# Psychic hoods and Runic weapons...



## Hesky (Aug 26, 2009)

As I contemplate hanging up my Tyranids in the competitive scene until the arrival of the new Nid codex several years from now..

Can someone please tell me if psychic hoods and rune priest weapons work whilst they are inside a transport??

If as I suspect they can this would basically mean that my Shadow in the Warp psychic defence cannot penetrate a landraider/rhino/paper-aeroplane but theirs works out of it? 

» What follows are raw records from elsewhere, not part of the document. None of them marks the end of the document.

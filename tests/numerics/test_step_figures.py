"""Overshoot and settling against closed forms, with modes that like to hide."""

from __future__ import annotations

import math

import numpy as np
import pytest
from scipy.linalg import expm
from scipy.optimize import brentq
from scipy.signal import tf2ss

from linverify.core.model import Array
from linverify.numerics.step_figures import step_figures
from linverify.numerics.transfer import Transfer


def ratio(num: object, den: object, step: float | None = None) -> Transfer:
    A, B, C, D = tf2ss(np.asarray(num, dtype=float), np.asarray(den, dtype=float))
    return Transfer(A, B, C, D, 0.0, step)


@pytest.mark.parametrize("damping", [0.6, 0.2, 1e-2, 1e-4, 1e-6])
def test_second_order(damping: float) -> None:
    # closed form: the first swing passes by exp(-pi zeta / sqrt(1 - zeta^2)) at pi / (w sqrt(1 - zeta^2))
    found = step_figures(ratio([1], [1, 2 * damping, 1]))
    turn = math.sqrt(1 - damping**2)
    assert found.overshoot.value == pytest.approx(math.exp(-math.pi * damping / turn), rel=1e-9)
    assert found.peak_time == pytest.approx(math.pi / turn, rel=1e-6)
    # within half a swing before the envelope exp(-zeta t) / turn enters the band
    envelope = math.log(50 / turn) / damping
    assert envelope - math.pi / turn <= found.settling.value <= envelope
    assert _outside(damping, found.settling.value - 1e-4) == pytest.approx(0.02, abs=1e-4)


def _outside(damping: float, t: float) -> float:
    turn = math.sqrt(1 - damping**2)
    return abs(math.exp(-damping * t) * (math.cos(turn * t) + damping / turn * math.sin(turn * t)))


@pytest.mark.parametrize("order", [1, 2, 3, 4, 5])
def test_equal_poles(order: int) -> None:
    # closed form: 1 - exp(-t) (1 + t + ... + t^(n-1) / (n-1)!)
    def left(t: float) -> float:
        return math.exp(-t) * sum(t**k / math.factorial(k) for k in range(order)) - 0.02

    found = step_figures(ratio([1], np.poly([-1.0] * order)))
    assert found.settling.value == pytest.approx(brentq(left, 0.1, 40.0), rel=1e-6)
    assert abs(found.settling.value - brentq(left, 0.1, 40.0)) <= found.settling.error
    assert found.overshoot.value == 0.0
    assert math.isnan(found.peak_time)


def test_exact_chain_of_equal_poles() -> None:
    loop = Transfer(
        np.array([[-1.0, 1.0], [0.0, -1.0]]), np.array([[0.0], [1.0]]), np.array([[1.0, 0.0]]), np.zeros((1, 1))
    )
    root = brentq(lambda t: (1 + t) * math.exp(-t) - 0.02, 1, 20)
    assert step_figures(loop).settling.value == pytest.approx(root, rel=1e-7)


def test_slow_tail_behind_a_fast_mode() -> None:
    # 95 % at once, 5 % with a time constant of 1000: settled when the tail is, log(0.05 / 0.02) later
    tail = Transfer(np.diag([-1.0, -1e-3]), np.array([[1.0], [1e-3]]), np.array([[0.95, 0.05]]), np.zeros((1, 1)))
    found = step_figures(tail)
    assert found.settling.value == pytest.approx(1000 * math.log(2.5), rel=1e-6)
    assert step_figures(tail, 0.06).settling.value < 10


def test_fast_ringing_on_a_slow_rise() -> None:
    # a resonance at 1000 rad, damping 1e-4, whose swings leave the band a hundred thousand turns later
    A = np.array([[-1.0, 0, 0], [0, -0.1, 1000.0], [0, -1000.0, -0.1]])
    loop = Transfer(A, np.array([[1.0], [0.0], [100.0]]), np.array([[1.0, 1.0, 0.0]]), np.zeros((1, 1)))
    found = step_figures(loop)
    final = 1.0 + 100.0 * 1000.0 / (0.01 + 1e6)
    assert found.final == pytest.approx(final, rel=1e-12)
    envelope = math.log(100.0 * 1000.0 / 1e6 / final / 0.02) / 0.1
    assert envelope - 0.01 <= found.settling.value <= envelope + 0.01


def test_feedthrough_jumps_at_once() -> None:
    # (2 s + 1) / (s + 1): starts at 2 and falls to 1
    found = step_figures(ratio([2, 1], [1, 1]))
    assert found.overshoot.value == pytest.approx(1.0)
    assert found.peak_time == 0.0
    assert found.settling.value == pytest.approx(math.log(50), rel=1e-9)


def test_undershoot_is_outside_but_no_overshoot() -> None:
    found = step_figures(ratio([-1, 1], [1, 2, 1]))
    assert found.overshoot.value == 0.0
    assert found.settling.value == pytest.approx(brentq(lambda t: (1 + 2 * t) * math.exp(-t) - 0.02, 2, 20), rel=1e-6)


def test_final_value_of_zero_has_no_figures() -> None:
    found = step_figures(ratio([1, 0], [1, 1, 1]))
    assert found.final == 0.0
    assert math.isnan(found.overshoot.value)
    assert math.isnan(found.settling.value)


def test_settling_at_a_swing_that_just_leaves_the_band_says_how_unsure_it_is() -> None:
    damping = 0.4
    swing = math.exp(-2 * math.pi * damping / math.sqrt(1 - damping**2))
    found = step_figures(ratio([1], [1, 2 * damping, 1]), swing * (1 + 1e-9))
    assert found.settling.error > 1.0


def test_unstable_is_refused() -> None:
    with pytest.raises(ValueError, match="not stable"):
        step_figures(ratio([1], [1, -1]))
    with pytest.raises(ValueError, match="not stable"):
        step_figures(ratio([1], [1, -1.1], 0.1))


def test_sampled_figures() -> None:
    # y[k] = 1 - 0.9^k: inside 2 % from the first k with 0.9^k <= 0.02
    found = step_figures(ratio([0.1], [1, -0.9], 0.1))
    assert found.settling.value == pytest.approx(0.1 * math.ceil(math.log(0.02) / math.log(0.9)))
    assert found.overshoot.value == 0.0
    dead = step_figures(ratio([1.0], [1, 0, 0], 0.1))
    assert (dead.settling.value, dead.overshoot.value) == (pytest.approx(0.2), 0.0)


@pytest.mark.parametrize("seed", range(12))
def test_against_a_dense_march(seed: int) -> None:
    rng = np.random.default_rng(seed)
    n = int(rng.integers(2, 7))
    A: Array = rng.normal(size=(n, n))
    A -= (np.linalg.eigvals(A).real.max() + 10 ** rng.uniform(-1.5, 0)) * np.eye(n)
    loop = Transfer(A, rng.normal(size=(n, 1)), rng.normal(size=(1, n)), rng.normal(size=(1, 1)))
    found = step_figures(loop, 0.05)
    slowest, fastest = -np.linalg.eigvals(A).real.max(), np.abs(np.linalg.eigvals(A)).max()
    pace = 0.005 / fastest
    x, P = np.linalg.solve(A, loop.B[:, 0]), expm(A * pace)
    count = int(25 / slowest / pace)
    values = np.empty(count)
    for k in range(count):
        values[k] = loop.C[0] @ x / found.final
        x = P @ x
    assert found.overshoot.value == pytest.approx(max(0.0, values.max()), rel=1e-4, abs=1e-6)
    outside = np.flatnonzero(np.abs(values) > 0.05)
    assert found.settling.value == pytest.approx(outside[-1] * pace, abs=2 * pace + found.settling.error)
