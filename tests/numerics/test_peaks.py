"""Peaks between samples."""

from __future__ import annotations

import math

import numpy as np
import pytest

from linverify.numerics.peaks import refined_peak


def nodes(K: int, S: int, every: float = 1.0) -> np.ndarray:
    return every * (np.arange(K)[:, None] + np.arange(S + 1)[None, :] / S)


def test_parabola_is_met_exactly_wherever_its_top_lies() -> None:
    times = nodes(2, 4)
    for top in np.linspace(0.05, 1.95, 39):
        peak, when = refined_peak(times, 3.0 - (times - top)[:, :, None] ** 2)
        assert peak[0] == pytest.approx(3.0, abs=1e-12)
        assert when[0] == pytest.approx(top, abs=1e-12)


def test_sign_does_not_matter() -> None:
    times = nodes(1, 4)
    values = np.stack([3.0 - (times - 0.4) ** 2, (times - 0.4) ** 2 - 3.0], axis=-1)
    assert refined_peak(times, values)[0] == pytest.approx([3.0, 3.0], abs=1e-12)


def test_sine_between_samples_is_met_to_fourth_order() -> None:
    misses = []
    for S in (8, 16, 32):
        times = nodes(1, S)
        worst = 0.0
        for shift in np.linspace(0, 1, 37):
            peak, _ = refined_peak(times, np.sin(2 * math.pi * (times + shift))[:, :, None])
            worst = max(worst, abs(float(peak[0]) - 1.0))
        misses.append(worst)
    assert misses[0] < 0.008  # samples alone miss 7.6 %
    assert math.log2(misses[1] / misses[2]) > 2.5


def test_never_below_the_samples_and_never_across_a_jump() -> None:
    times = nodes(3, 4)
    values = np.zeros((3, 5, 1))
    values[1, 0], values[2] = 2.0, -0.5
    peak, when = refined_peak(times, values)
    assert peak[0] == 2.0
    assert when[0] == 1.0
    generator = np.random.default_rng(0)
    noise = generator.normal(size=(3, 5, 50))
    peak, _ = refined_peak(times, noise)
    assert (peak >= np.abs(noise).max(axis=(0, 1))).all()
    assert (peak <= 1.3 * np.abs(noise).max(axis=(0, 1))).all()


def test_samples_that_do_not_count_are_passed_over() -> None:
    times = nodes(2, 4)
    values = np.ones((2, 5, 2))
    values[1] = np.nan
    values[0, 3:, 0] = np.nan
    values[0, :, 1] = np.nan
    peak, when = refined_peak(times, values)
    assert peak.tolist() == [1.0, 0.0]
    assert when[0] == 0.0


def test_samples_of_a_difference_equation_stand_for_themselves() -> None:
    times = nodes(3, 1)
    values = np.array([[1.0, -4.0], [-4.0, 2.0], [2.0, 0.0]])[:, :, None]
    peak, when = refined_peak(times, values)
    assert (peak[0], when[0]) == (4.0, 1.0)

Please tell me it isnt true...


----------



## Kirby (May 16, 2010)

Unless it is FAQ'd, yes.

And Tyranids are still one of the better armies out there though their Reserve based lists have been kicked where it hurts.


----------



## Hesky (Aug 26, 2009)

Kirby said:


> And Tyranids are still one of the better armies out there though


I have to disagree there to be honest. Our best anti-mech units are subject to psychic tests and at 18" range this means they will be in range of runic weapons/psychic hoods always. This really reduces the chances of ever getting that much needed pen on those evasive landraiders. In a competitive 1500 pts tournament like Throne of Skulls all SW lists have jaws of the world wolf, murderous hurricane and meeting one of these lists means the nid player needs to pack up and go home. 

Nullifying 50% of our psyhic attacks whilst safely firing his own sick-ass psychic powers out of a landraider where he is safe from shadows in the warp means that Tervigons and T-fexes are going to bite the dust 66% of the time from a 100 point base-cost model. Any landraider heavy list also gives us major problems too. There is no counter to it and I dont like the idea of spending 160-220 points on an all-or-nothing suicide zoanthrope unit that will only get to use their pyschic power 50% of the time. Thats not including passing the Ld test in the first instance or making the 3+ roll necessary to hit.

I have played really mech heavy lists which lets face it most tournament players use now and each time I have been frustrated by the Tyranids serious lack of punch in that department. 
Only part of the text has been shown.